• [Work instruction]: Two lines in the data below mark the range: the one with "over the non-decreasing" and the one with "per layer when". Return both, along with every line between them, exactly.

• [Supplied data]:
----

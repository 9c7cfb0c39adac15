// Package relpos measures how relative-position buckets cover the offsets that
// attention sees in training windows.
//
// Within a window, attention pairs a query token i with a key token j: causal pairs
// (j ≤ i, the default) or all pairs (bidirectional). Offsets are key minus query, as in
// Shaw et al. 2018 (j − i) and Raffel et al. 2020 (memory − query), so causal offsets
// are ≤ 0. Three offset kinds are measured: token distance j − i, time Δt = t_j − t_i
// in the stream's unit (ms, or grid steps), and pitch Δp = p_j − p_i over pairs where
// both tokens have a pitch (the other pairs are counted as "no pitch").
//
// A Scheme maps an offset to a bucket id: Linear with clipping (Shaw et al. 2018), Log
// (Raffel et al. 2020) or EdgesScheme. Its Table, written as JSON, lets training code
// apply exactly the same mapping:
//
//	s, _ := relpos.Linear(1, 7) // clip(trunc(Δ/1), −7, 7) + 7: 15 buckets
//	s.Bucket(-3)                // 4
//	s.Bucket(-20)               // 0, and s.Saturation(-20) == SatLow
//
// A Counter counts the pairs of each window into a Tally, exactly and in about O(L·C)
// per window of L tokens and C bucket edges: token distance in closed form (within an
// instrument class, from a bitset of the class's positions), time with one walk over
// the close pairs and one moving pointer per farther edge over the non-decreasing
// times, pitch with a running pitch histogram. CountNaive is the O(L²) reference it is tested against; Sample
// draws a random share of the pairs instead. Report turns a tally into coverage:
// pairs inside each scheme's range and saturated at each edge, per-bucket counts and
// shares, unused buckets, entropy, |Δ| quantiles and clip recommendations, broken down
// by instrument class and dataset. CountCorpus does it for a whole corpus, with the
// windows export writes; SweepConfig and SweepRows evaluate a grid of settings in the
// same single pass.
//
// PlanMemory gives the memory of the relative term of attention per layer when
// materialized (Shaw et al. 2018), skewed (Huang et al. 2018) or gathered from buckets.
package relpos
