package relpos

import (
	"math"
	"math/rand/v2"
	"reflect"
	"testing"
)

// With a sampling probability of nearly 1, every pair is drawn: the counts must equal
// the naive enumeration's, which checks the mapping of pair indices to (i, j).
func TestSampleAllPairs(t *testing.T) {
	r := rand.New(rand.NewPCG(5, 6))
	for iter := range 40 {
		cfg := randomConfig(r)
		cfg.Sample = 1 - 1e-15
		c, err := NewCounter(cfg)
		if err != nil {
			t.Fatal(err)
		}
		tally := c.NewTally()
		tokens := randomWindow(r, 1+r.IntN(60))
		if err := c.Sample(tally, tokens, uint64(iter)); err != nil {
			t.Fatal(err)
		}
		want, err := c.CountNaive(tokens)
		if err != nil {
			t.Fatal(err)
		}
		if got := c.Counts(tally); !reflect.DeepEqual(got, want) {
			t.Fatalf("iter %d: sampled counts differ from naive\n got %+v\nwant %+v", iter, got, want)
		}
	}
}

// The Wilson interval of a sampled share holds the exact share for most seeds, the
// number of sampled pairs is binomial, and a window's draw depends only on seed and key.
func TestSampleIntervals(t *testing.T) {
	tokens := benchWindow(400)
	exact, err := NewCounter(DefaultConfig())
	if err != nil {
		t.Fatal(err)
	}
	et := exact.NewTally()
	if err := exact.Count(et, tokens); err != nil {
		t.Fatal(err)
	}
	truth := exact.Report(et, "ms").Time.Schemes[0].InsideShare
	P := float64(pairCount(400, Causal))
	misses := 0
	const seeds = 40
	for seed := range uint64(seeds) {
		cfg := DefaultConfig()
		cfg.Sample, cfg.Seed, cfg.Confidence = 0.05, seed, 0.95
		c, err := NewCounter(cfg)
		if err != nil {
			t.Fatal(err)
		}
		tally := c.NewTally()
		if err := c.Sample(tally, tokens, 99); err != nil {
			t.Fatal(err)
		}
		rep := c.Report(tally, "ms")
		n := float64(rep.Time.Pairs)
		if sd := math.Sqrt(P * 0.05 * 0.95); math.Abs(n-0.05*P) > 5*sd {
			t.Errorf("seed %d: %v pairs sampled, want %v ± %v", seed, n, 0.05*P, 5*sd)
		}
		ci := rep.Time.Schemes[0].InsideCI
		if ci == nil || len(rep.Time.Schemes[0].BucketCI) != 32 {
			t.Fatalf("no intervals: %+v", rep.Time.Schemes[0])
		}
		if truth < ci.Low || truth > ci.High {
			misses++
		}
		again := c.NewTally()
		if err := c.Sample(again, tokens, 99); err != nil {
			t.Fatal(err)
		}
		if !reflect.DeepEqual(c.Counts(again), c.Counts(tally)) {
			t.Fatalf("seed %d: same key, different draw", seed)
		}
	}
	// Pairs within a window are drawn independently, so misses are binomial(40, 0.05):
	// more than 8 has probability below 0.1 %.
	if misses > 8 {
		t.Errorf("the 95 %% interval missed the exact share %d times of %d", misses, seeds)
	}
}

----

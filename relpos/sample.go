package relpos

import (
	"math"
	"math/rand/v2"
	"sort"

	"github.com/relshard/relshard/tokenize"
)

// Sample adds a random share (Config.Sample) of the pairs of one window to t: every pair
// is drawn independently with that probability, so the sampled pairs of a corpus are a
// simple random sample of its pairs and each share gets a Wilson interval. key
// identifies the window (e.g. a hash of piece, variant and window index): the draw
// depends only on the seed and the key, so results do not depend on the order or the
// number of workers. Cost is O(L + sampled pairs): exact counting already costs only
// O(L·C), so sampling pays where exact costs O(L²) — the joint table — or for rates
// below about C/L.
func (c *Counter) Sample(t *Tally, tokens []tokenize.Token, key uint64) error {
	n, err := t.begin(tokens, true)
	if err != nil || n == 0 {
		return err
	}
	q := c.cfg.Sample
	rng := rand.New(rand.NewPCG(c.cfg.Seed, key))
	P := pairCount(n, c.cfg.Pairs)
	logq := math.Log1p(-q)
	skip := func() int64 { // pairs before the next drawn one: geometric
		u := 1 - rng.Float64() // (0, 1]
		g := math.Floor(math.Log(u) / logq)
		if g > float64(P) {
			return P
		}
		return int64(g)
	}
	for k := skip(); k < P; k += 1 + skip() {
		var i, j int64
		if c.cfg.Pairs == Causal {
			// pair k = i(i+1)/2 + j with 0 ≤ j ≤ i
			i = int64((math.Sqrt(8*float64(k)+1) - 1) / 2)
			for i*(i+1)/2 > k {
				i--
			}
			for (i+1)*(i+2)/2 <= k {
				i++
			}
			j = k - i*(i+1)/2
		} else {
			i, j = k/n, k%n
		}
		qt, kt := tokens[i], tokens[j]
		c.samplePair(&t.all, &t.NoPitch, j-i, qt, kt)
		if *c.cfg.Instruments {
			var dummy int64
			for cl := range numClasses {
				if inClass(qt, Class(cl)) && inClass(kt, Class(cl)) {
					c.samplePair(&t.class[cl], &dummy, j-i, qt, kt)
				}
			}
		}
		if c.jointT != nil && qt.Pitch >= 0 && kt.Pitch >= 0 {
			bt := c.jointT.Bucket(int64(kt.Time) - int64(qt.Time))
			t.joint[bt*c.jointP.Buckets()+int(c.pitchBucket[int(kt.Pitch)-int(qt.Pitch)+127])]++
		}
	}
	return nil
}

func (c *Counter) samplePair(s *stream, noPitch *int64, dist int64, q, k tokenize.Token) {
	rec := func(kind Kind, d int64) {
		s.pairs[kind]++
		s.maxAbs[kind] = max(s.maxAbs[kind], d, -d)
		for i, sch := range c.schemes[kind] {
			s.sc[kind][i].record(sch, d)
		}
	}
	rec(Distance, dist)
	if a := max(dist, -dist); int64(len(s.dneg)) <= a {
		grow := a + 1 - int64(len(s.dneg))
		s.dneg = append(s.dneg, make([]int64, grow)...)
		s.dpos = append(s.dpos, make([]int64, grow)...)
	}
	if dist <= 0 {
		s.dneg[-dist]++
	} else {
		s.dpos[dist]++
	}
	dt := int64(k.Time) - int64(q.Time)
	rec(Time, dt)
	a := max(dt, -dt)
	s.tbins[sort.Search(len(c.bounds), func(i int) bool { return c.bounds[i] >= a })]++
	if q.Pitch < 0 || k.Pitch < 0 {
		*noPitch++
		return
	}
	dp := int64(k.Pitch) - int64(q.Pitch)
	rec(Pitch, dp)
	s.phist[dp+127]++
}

----

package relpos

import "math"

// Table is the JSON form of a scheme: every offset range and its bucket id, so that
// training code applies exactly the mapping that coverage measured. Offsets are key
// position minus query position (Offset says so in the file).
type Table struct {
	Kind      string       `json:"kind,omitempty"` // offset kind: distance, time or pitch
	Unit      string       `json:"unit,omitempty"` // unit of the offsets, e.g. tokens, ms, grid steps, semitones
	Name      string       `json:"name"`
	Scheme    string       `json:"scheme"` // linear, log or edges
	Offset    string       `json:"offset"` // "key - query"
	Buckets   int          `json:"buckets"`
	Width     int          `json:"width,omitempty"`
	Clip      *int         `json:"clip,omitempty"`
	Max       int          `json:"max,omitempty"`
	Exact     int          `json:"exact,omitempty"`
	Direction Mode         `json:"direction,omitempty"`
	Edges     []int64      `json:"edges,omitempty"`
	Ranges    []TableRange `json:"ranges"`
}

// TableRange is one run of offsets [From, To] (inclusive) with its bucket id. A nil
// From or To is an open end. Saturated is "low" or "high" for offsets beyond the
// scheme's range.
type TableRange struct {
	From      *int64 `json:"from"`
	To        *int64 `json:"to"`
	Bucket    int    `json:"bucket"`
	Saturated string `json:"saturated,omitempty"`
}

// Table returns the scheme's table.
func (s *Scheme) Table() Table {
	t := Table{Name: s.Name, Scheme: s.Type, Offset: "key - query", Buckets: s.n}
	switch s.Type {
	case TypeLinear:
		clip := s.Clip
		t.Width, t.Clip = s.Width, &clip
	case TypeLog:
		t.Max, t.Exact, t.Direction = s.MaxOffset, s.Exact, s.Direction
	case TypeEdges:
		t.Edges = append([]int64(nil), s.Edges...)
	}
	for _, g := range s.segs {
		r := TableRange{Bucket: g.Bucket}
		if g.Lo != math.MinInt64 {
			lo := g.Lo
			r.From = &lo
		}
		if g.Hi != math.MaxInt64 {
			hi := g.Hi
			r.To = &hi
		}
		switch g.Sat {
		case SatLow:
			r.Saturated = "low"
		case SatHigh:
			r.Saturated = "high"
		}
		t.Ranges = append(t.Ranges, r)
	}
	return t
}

----

• [Result]:
// the close pairs and one moving pointer per farther edge over the non-decreasing
// times, pitch with a running pitch histogram. CountNaive is the O(L²) reference it is tested against; Sample
// draws a random share of the pairs instead. Report turns a tally into coverage:
// pairs inside each scheme's range and saturated at each edge, per-bucket counts and
// shares, unused buckets, entropy, |Δ| quantiles and clip recommendations, broken down
// by instrument class and dataset. CountCorpus does it for a whole corpus, with the
// windows export writes; SweepConfig and SweepRows evaluate a grid of settings in the
// same single pass.
//
// PlanMemory gives the memory of the relative term of attention per layer when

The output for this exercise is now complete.